La calle se transforma, por unos metros, en un puente o vía elevada sobre las cuatro pistas de la carretera que corre hundida entre las calles y construcciones del centro de la ciudad. Para quien transita en auto por la calle el que ésta se cruce en alto con la autopista es un dato imperceptible por irrelevante. El tráfico urbano apenas se percata del de la carretera de alta velocidad con el que se entrecruza. Es al peatón, al raro individuo que transita a pie y tiene que cruzar el tramo de calle elevado, al quien se le manifiesta en toda su energía el poder pavoroso del cruce de calle y carretera: calle de tráfico temible por lo próximo y ajeno al que camina; carretera, abajo, de ruido aterrador --decibeles que el oído apenas soporta--y vigoroso pasar de vehículos a toda velocidad, como amenazándose en persecución desaforada. Hay en ese flujo desmedido un tal nivel de energía desatada, una tal fuerza, que no puede sino manifestarse como un impulso avasallador y destructivo. Como con el cauce enrabiado de un río de montaña, el tráfico ensordecedor de la autopista y su energía producen en quien lo ve y escucha desde lo alto de la calle el vértigo del vórtice absorbente, la atracción fatal de lo violento.
Apresura el paso el transeúnte --apresurados pulso y respiración-- cruza la autopista y se aleja; todavía a la distancia escucha como ensordecido al ruido indescriptible --no es ni riada ni huracán; tal vez alguna maquinaria demoledora-- del furioso tráfico de la vía de alta velocidad. Avance desmesurado, parcial imagen de los siglos de progreso y su potencia devastadora.

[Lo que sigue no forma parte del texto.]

def drawn(samples: int):
    from femcav.study.monte_carlo import MonteCarloSpec, draw
    spec = MonteCarloSpec(samples=samples, seed=2026,
                          tolerances={"radius": 20e-6, "length": 30e-6},
                          distributions={"radius": "normal", "length": "uniform"})
    return draw(spec, {"radius": 0.010, "length": 0.015})


def test_draws_follow_their_distributions():
    draws = drawn(100_000)
    radius = np.array([x["radius"] for x in draws]) - 0.010
    length = np.array([x["length"] for x in draws]) - 0.015
    # standard errors at 1e5 draws: 0.3 % of σ for the mean, 0.2 % for σ (common practice)
    assert abs(radius.mean()) < 0.02 * SIGMA_RADIUS
    assert radius.std() == pytest.approx(SIGMA_RADIUS, rel=0.01)
    assert np.abs(length).max() <= 30e-6 and np.abs(length).max() > 29.9e-6
    assert length.std() == pytest.approx(SIGMA_LENGTH, rel=0.01)
    assert abs(np.corrcoef(radius, length)[0, 1]) < 0.02        # drawn independently
    assert drawn(5) == drawn(5)                                  # the seed decides


def test_monte_carlo_matches_the_bessel_derivatives(tmp_path):
    case = tmp_path / "pillbox.toml"
    case.write_text(PILLBOX.replace("SAMPLES", "20"))
    status = main(["solve", str(case), "--out", str(tmp_path / "out"), "--no-report", "-q"])
    assert status == 0
    document = json.loads((tmp_path / "out" / "modes.json").read_text())
    check_spread(document, 20, std_tolerance=4 / np.sqrt(2 * 19), draws=drawn(20))
    assert "Monte-Carlo spread over 20 samples" in (tmp_path / "out" / "table.txt").read_text()


@pytest.mark.slow        # 400 samples on a local two-worker cluster: a minute or more
def test_monte_carlo_on_a_local_cluster_matches_the_bessel_derivatives_closely(tmp_path):
    case = tmp_path / "pillbox.toml"
    case.write_text(PILLBOX.replace("SAMPLES", "400"))
    assert main(["solve", str(case), "--out", str(tmp_path / "out"), "--no-report", "-q",
                 "--cluster", "local:2"]) == 0
    document = json.loads((tmp_path / "out" / "modes.json").read_text())
    check_spread(document, 400, std_tolerance=4 / np.sqrt(2 * 399), draws=drawn(400))


@pytest.mark.parametrize("table, field", [
    ('samples = 1\nradius = "20 um"', "tolerances.samples"),
    ('samples = 10', "tolerances.samples"),
    ('samples = 10\nradius = { tolerance = "20 um", distribution = "flat" }',
     "tolerances.radius.distribution"),
    ('samples = 10\nradius = { distribution = "normal" }', "tolerances.radius"),
])
def test_bad_monte_carlo_tables_are_input_errors(tmp_path, table, field):
    from femcav.case import load_case
    case = tmp_path / "pillbox.toml"
    case.write_text(PILLBOX.split("[tolerances]")[0] + "[tolerances]\n" + table + "\n")
    with pytest.raises(InputError) as caught:
        load_case(case)
    assert caught.value.field == field


def test_solve_cluster_without_samples_is_refused(tmp_path, capsys):
    case = tmp_path / "pillbox.toml"
    case.write_text(PILLBOX.split("[tolerances]")[0])
    assert main(["solve", str(case), "--cluster", "local:2", "-q"]) == 2
    assert "Monte-Carlo" in capsys.readouterr().err
    assert not (tmp_path / "pillbox-results").exists()


def test_tolerance_derivatives_on_the_cluster_equal_the_local_ones(cluster, tmp_path):
    # The same morphed meshes solved in another process: the same frequencies to round-off
    # (a few 1e-16 were seen: the sparse solver's sums may run in another order there),
    # which the difference quotient over 2δ = 6e-5 of the part multiplies by about 1e4:
    # 1e-9 on the derivative is 1e-13 on the frequencies. (The derivatives' accuracy
    # against the closed forms is tests/test_morph.py's.)
    from femcav.case import load_case
    from femcav.runner import solve_case
    from femcav.study.cluster import optional_cluster_pool

    path = tmp_path / "box.toml"
    path.write_text(BOX.split("[sweep]")[0] + '[tolerances]\nlength = "20 um"\n')
    case = load_case(path)
    local = solve_case(case, case.solve)
    messages = []
    record = Progress(quiet=True)
    record.step = messages.append
    with optional_cluster_pool(cluster.address, record) as pool:
        remote = solve_case(case, case.solve, pool=pool)
    assert any(m.startswith(f"cluster {cluster.address}: ") for m in messages)
    for a, b in zip(local.modes, remote.modes):
        assert b.tolerance.df_dp_hz_per_m["length"] == pytest.approx(
            a.tolerance.df_dp_hz_per_m["length"], rel=1e-9, abs=0)
    # TE101 falls as the box grows (df/dd = -(c/2)² / (d³ f), Pozar §6.3, from memory)
    assert local.modes[0].tolerance.df_dp_hz_per_m["length"] < 0


@pytest.mark.slow        # a scheduler and workers of its own: 10 s
def test_a_lost_scheduler_is_one_line_and_keeps_the_points(tmp_path):
    own = LoopbackCluster(tmp_path)
    try:
        case = box_case(tmp_path, [25, 26, 27, 28, 29, 30])
        out = tmp_path / "out"
        client = subprocess.Popen([sys.executable, "-m", "femcav", "sweep", str(case),
                                   "--out", str(out), "--cluster", own.address, "-q"],
                                  env=ENV, stderr=subprocess.PIPE, text=True)
        deadline = time.monotonic() + START_TIMEOUT
        while time.monotonic() < deadline and client.poll() is None and not list(
                out.glob("points/*.json")):
            time.sleep(0.02)
        own.scheduler.kill()
        _, err = client.communicate(timeout=120)
    finally:
        own.stop()
    assert client.returncode == 4
    assert err.strip().splitlines() == [err.strip()] and "scheduler was lost" in err
    assert list(out.glob("points/*.json"))            # what was solved stays
    assert not (out / "sweep.json").exists()


def test_error_bars_on_the_cluster_equal_the_local_ones(cluster, tmp_path):
    # The three meshes of an error estimate, solved at once on the cluster's workers: the
    # same meshes and solves as here, so the same frequencies and bars to round-off, and
    # the bars hold the closed form (TE101 = (c/2) sqrt(1/a² + 1/d²), Pozar §6.3).
    from femcav.case import load_case
    from femcav.runner import solve_case
    from femcav.study.cluster import optional_cluster_pool

    path = tmp_path / "box.toml"
    path.write_text(BOX.split("[sweep]")[0].replace("[solve]", "[solve]\nerror_estimate = true"))
    case = load_case(path)
    local = solve_case(case, case.solve)
    with optional_cluster_pool(cluster.address, Progress(quiet=True)) as pool:
        remote = solve_case(case, case.solve, pool=pool)
    assert len(remote.modes) == len(local.modes)
    for a, b in zip(local.modes, remote.modes):
        assert b.frequency_hz == pytest.approx(a.frequency_hz, rel=1e-12)
        assert b.error_estimate_hz == pytest.approx(a.error_estimate_hz, rel=1e-6)
    assert abs(remote.modes[0].frequency_hz - te101(0.028)) <= remote.modes[0].error_estimate_hz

El golpe del auto, que al volver la esquina lo atropella en su premura ciega de máquina en movimiento ajeno al paso lento del transeúnte, le disloca una rodilla y le quiebra la otra pierna. Al caer sobre el pavimento sucio de aceite derramado y caucho calcinado tiene al agredido la visión desagradable, penosa, del animal destripado en medio de la autopista y siente el azote de la triste indignación que tal inútil sacrificio le produce cada vez que él mismo maneja a toda velocidad --insensible, poderoso-- por la carretera que lo lleva a ninguna parte.
El ruido del tráfico no cesa, incluso en el sopor de la inconciencia.